## WHAT TO WORK ON
For the records that follow, please set down exactly the lines between the one holding "#define LIMIT 100000" and the one holding "sum += body[i];", inclusive, and only those.

## INPUT
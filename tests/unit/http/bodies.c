#include <setjmp.h>
#include <stdarg.h>
#include <stddef.h>
#include <stdint.h>

#include <cmocka.h>

#include <poll.h>

#include "client.h"

#define LIMIT 100000
#define LARGE_LIMIT (40 * 1024 * 1024)

static enum http_result length_of(struct http_exchange *exchange, void *context)
{
    (void)context;
    size_t size, sum = 0;
    const unsigned char *body = http_body(exchange, &size);
    for (size_t i = 0; i < size; i++)
        sum += body[i];
    return http_answer_json(
        exchange, 200, json_pack("{s:I, s:I}", "size", (json_int_t)size, "sum", (json_int_t)sum));
}

static const struct http_route table[] = {
    {"POST", "/body", HTTP_ANYONE, 0, LIMIT, length_of},
    {"POST", "/large", HTTP_ANYONE, 0, LARGE_LIMIT, length_of},
    {"GET", "/none", HTTP_ANYONE, 0, 0, length_of},
    {0}};
static const struct http_route *const tables[] = {table, NULL};

static struct http_server *server;
static uint16_t port;

static int begin(void **state)
{
    (void)state;
    const struct http_options options = {
        .listen = "127.0.0.1:0", .routes = tables, .timeout_s = 3, .connections_max = 400};
    server = server_begin(&options);
    port = http_port(server);
    return 0;
}

static int end(void **state)
{
    (void)state;
    http_stop(server, 1.0);
    return 0;
}

static void assert_taken(const struct reply *reply, size_t size, size_t sum)
{
    char wanted[64];
    (void)snprintf(wanted, sizeof wanted, "{\"size\":%zu,\"sum\":%zu}", size, sum);
    assert_int_equal(reply->status, 200);
    assert_string_equal(reply->body, wanted);
}

/* The connection still serves. */
static void assert_alive(struct client *client)
{
    struct reply reply = client_ask(client, "GET", "/none", "");
    assert_taken(&reply, 0, 0);
    reply_free(&reply);
}

static void post_head(struct client *client, const char *target, size_t length)
{
    assert_true(client_say(client, "POST %s HTTP/1.1\r\nHost: h\r\nContent-Length: %zu\r\n\r\n",
                           target, length));
}

static void a_body_up_to_the_limit_is_taken_whole(void **state)
{
    (void)state;
    const size_t sizes[] = {0, 1, 4095, 4096, 4097, 20000, LIMIT};
    struct client client = client_dial(port);
    char *body = malloc(LIMIT);
    memset(body, 3, LIMIT);
    for (size_t i = 0; i < sizeof sizes / sizeof sizes[0]; i++) {
        post_head(&client, "/body", sizes[i]);
        assert_true(client_send(&client, body, sizes[i]));
        struct reply reply = client_read(&client, false);
        assert_taken(&reply, sizes[i], 3 * sizes[i]);
        reply_free(&reply);
    }
    free(body);
    client_close(&client);
}

static void a_body_in_chunks_is_joined(void **state)
{
    (void)state;
    struct client client = client_dial(port);
    for (int trailer = 0; trailer < 2; trailer++) {
        assert_true(client_say(&client, "POST /body HTTP/1.1\r\nHost: h\r\n"
                                        "Transfer-Encoding: Chunked\r\n\r\n"));
        for (int i = 0; i < 300; i++)
            assert_true(client_say(&client, "%s\r\n\1\1\1\1\1\1\1\1\1\1\r\n",
                                   i % 2 == 0 ? "a" : "00A;name=value"));
        assert_true(client_say(&client, trailer ? "0\r\nX-Sum: 1\r\n\r\n" : "0\r\n\r\n"));
        struct reply reply = client_read(&client, false);
        assert_taken(&reply, 3000, 3000);
        reply_free(&reply);
    }
    assert_alive(&client);
    client_close(&client);
}

static void a_body_byte_by_byte_is_taken(void **state)
{
    (void)state;
    struct client client = client_dial(port);
    const char request[] = "POST /body HTTP/1.1\r\nHost: h\r\nContent-Length: 5\r\n\r\n\1\1\1\1\1";
    for (size_t i = 0; i + 1 < sizeof request; i++) {
        assert_true(client_send(&client, request + i, 1));
        (void)usleep(500);
    }
    struct reply reply = client_read(&client, false);
    assert_taken(&reply, 5, 5);
    reply_free(&reply);
    client_close(&client);
}

static void a_body_over_the_limit_is_refused_and_read_past(void **state)
{
    (void)state;
    struct client client = client_dial(port);
    char *body = calloc(1, 2 * LIMIT);
    post_head(&client, "/body", LIMIT + 1);
    assert_true(client_send(&client, body, LIMIT + 1));
    struct reply reply = client_read(&client, false);
    assert_true(reply_is_problem(&reply, 413, "too_large"));
    assert_non_null(strstr(reply.body, "100000"));
    reply_free(&reply);
    assert_alive(&client);
    assert_true(client_say(&client,
                           "POST /body HTTP/1.1\r\nHost: h\r\n"
                           "Transfer-Encoding: chunked\r\n\r\n%x\r\n",
                           2 * LIMIT));
    assert_true(client_send(&client, body, 2 * LIMIT));
    assert_true(client_say(&client, "\r\n0\r\n\r\n"));
    reply = client_read(&client, false);
    assert_true(reply_is_problem(&reply, 413, "too_large"));
    reply_free(&reply);
    assert_alive(&client);
    free(body);
    client_close(&client);
}

static void a_route_without_a_body_takes_none(void **state)
{
    (void)state;
    struct client client = client_dial(port);
    const char *const heads[] = {"Content-Length: 3\r\n\r\nabc",
                                 "Transfer-Encoding: chunked\r\n\r\n3\r\nabc\r\n0\r\n\r\n"};
    for (size_t i = 0; i < 2; i++) {
        assert_true(client_say(&client, "GET /none HTTP/1.1\r\nHost: h\r\n%s", heads[i]));
        struct reply reply = client_read(&client, false);
        assert_true(reply_is_problem(&reply, 413, "too_large"));
        reply_free(&reply);
        assert_alive(&client);
    }
    client_close(&client);
}

/* The answer comes although the client sends on for a while, and then the connection ends. */
static void a_huge_body_is_answered_before_it_is_read(void **state)
{
    (void)state;
    struct client client = client_dial(port);
    char *body = calloc(1, 1024 * 1024);
    post_head(&client, "/body", 1u << 30);
    size_t sent = 0;
    while (sent < 64 && client_send(&client, body, 1024 * 1024)) {
        struct pollfd readable = {.fd = client.fd, .events = POLLIN};
        sent++;
        if (poll(&readable, 1, 0) == 1)
            break;
    }
    struct reply reply = client_read(&client, false);
    assert_true(reply_is_problem(&reply, 413, "too_large"));
    assert_true(reply_has(&reply, "Connection", "close"));
    reply_free(&reply);
    assert_true(client_is_closed(&client));
    free(body);
    client_close(&client);
}

static void a_client_that_asks_first_is_told_before_it_sends(void **state)
{
    (void)state;
    struct client client = client_dial(port);
    assert_true(client_say(&client, "POST /body HTTP/1.1\r\nHost: h\r\nExpect: 100-continue\r\n"
                                    "Content-Length: 3\r\n\r\n"));
    struct reply reply = client_read(&client, false);
    assert_int_equal(reply.status, 100);
    reply_free(&reply);
    assert_true(client_say(&client, "\1\1\1"));
    reply = client_read(&client, false);
    assert_taken(&reply, 3, 3);
    reply_free(&reply);
    assert_true(client_say(&client,
                           "POST /body HTTP/1.1\r\nHost: h\r\nExpect: 100-continue\r\n"
                           "Content-Length: %d\r\n\r\n",
                           LIMIT + 1));
    reply = client_read(&client, false);
    assert_true(reply_is_problem(&reply, 413, "too_large"));
    reply_free(&reply);
    assert_true(client_is_closed(&client));
    client_close(&client);
}

/* RFC 9112, 6.3: what does not say plainly where the body ends is how requests are smuggled. */
static void a_body_whose_end_is_in_doubt_is_refused(void **state)
{
    (void)state;
    const char *const heads[] = {
        "Host: h\r\nContent-Length: 3\r\nContent-Length: 3\r\n\r\nabc",
        "Host: h\r\nContent-Length: 3\r\nContent-Length: 4\r\n\r\nabc",
        "Host: h\r\nContent-Length: 3\r\nTransfer-Encoding: chunked\r\n\r\n0\r\n\r\n",
        "Host: h\r\nTransfer-Encoding: identity\r\n\r\nabc",
        "Host: h\r\nTransfer-Encoding: gzip, chunked\r\n\r\n0\r\n\r\n",
        "Host: h\r\nTransfer-Encoding: chunked \r\n\r\n0\r\n\r\n",
        "Host: h\r\nTransfer-Encoding: identity\r\nTransfer-Encoding: chunked\r\n\r\n0\r\n\r\n",
        "Host: h\r\nContent-Length: -1\r\n\r\n",
        "Host: h\r\nContent-Length: +3\r\n\r\nabc",
        "Host: h\r\nContent-Length: 3,3\r\n\r\nabc",
        "Host: h\r\nContent-Length: x\r\n\r\n",
        "Host: h\r\nContent-Length: 99999999999999999999999\r\n\r\n",
        "Content-Length: 3\r\n\r\nabc",
        "Host: h\r\nHost: i\r\nContent-Length: 3\r\n\r\nabc"};
    for (size_t i = 0; i < sizeof heads / sizeof heads[0]; i++) {
        struct client client = client_dial(port);
        assert_true(client_say(&client, "POST /body HTTP/1.1\r\n%s", heads[i]));
        struct reply reply = client_read(&client, false);
        if (reply.status != 400 && reply.status != 413)
            fail_msg("%s got %u %s", heads[i], reply.status, reply.body);
        reply_free(&reply);
        assert_true(client_is_closed(&client));
        client_close(&client);
    }
}

static void malformed_chunks_end_the_connection(void **state)
{
    (void)state;
    const char *const chunks[] = {"x\r\n", "-1\r\n", "3\r\nabcd\r\n", "ffffffffffffffffffff\r\n",
                                  ";\r\n", "3\r\nab"};
    for (size_t i = 0; i < sizeof chunks / sizeof chunks[0]; i++) {
        struct client client = client_dial(port);
        assert_true(client_say(&client,
                               "POST /body HTTP/1.1\r\nHost: h\r\n"
                               "Transfer-Encoding: chunked\r\n\r\n%s",
                               chunks[i]));
        (void)shutdown(client.fd, SHUT_WR);
        struct reply reply = client_read(&client, false);
        assert_true(reply.status == 0 || reply.status == 400 || reply.status == 413);
        reply_free(&reply);
        assert_true(client_is_closed(&client));
        client_close(&client);
    }
}

static void a_repeated_header_that_holds_one_value_is_refused(void **state)
{
    (void)state;
    const char *const names[] = {"Cookie", "Authorization", "Content-Type", "Idempotency-Key",
                                 "Ebbmark-Request"};
    for (size_t i = 0; i < sizeof names / sizeof names[0]; i++) {
        struct client client = client_dial(port);
        char headers[128];
        (void)snprintf(headers, sizeof headers, "%s: a\r\nX-Other: b\r\n%s: a\r\n", names[i],
                       names[i]);
        struct reply reply = client_post(&client, "/body", headers, "abc");
        assert_true(reply_is_problem(&reply, 400, "bad_request"));
        reply_free(&reply);
        client_close(&client);
    }
}

/* From small to far too large, every request gets an answer: ours, ours that it is too large, or,
 * where it does not fit into the library's memory at all, the library's. Only one that just fits,
 * and leaves no room for the head of an answer, ends the connection without. */
static void headers_of_any_size_are_answered(void **state)
{
    (void)state;
    char *value = malloc(70000);
    unsigned seen[600] = {0};
    for (size_t size = 100; size < 70000; size += size < 20000 ? 250 : 5000) {
        for (int shape = 0; shape < 4; shape++) {
            struct client client = client_dial(port);
            memset(value, 'a', size);
            value[size] = '\0';
            if (shape == 3) /* many small ones: cookies, which the library keeps twice */
                for (size_t i = 0; i + 4 < size; i += 4)
                    memcpy(value + i, "a=b;", 4);
            (void)client_say(&client,
                             shape == 0   ? "GET /none HTTP/1.1\r\nHost: h\r\nX-Long: %s\r\n\r\n"
                             : shape == 1 ? "GET /none?%s HTTP/1.1\r\nHost: h\r\n\r\n"
                             : shape == 2 ? "GET /%s HTTP/1.1\r\nHost: h\r\n\r\n"
                                          : "GET /none HTTP/1.1\r\nHost: h\r\nCookie: %s\r\n\r\n",
                             value);
            struct reply reply = client_read(&client, false);
            seen[reply.status]++;
            if (size <= 4000 && shape == 3)
                assert_true(reply.status == 200 || reply.status == 431);
            else if (size <= 4000)
                assert_int_equal(reply.status, shape == 2 ? 404 : 200);
            else if (size > 8192 && (size < 15000 || size > 16384))
                assert_true(reply.status == 431 || reply.status == 414);
            reply_free(&reply);
            client_close(&client);
        }
    }
    assert_true(seen[431] > 0 && seen[414] > 0 && seen[200] > 0);
    free(value);
}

## ANSWER SECTION
#define LIMIT 100000
#define LARGE_LIMIT (40 * 1024 * 1024)

static enum http_result length_of(struct http_exchange *exchange, void *context)
{
    (void)context;
    size_t size, sum = 0;
    const unsigned char *body = http_body(exchange, &size);
    for (size_t i = 0; i < size; i++)
        sum += body[i];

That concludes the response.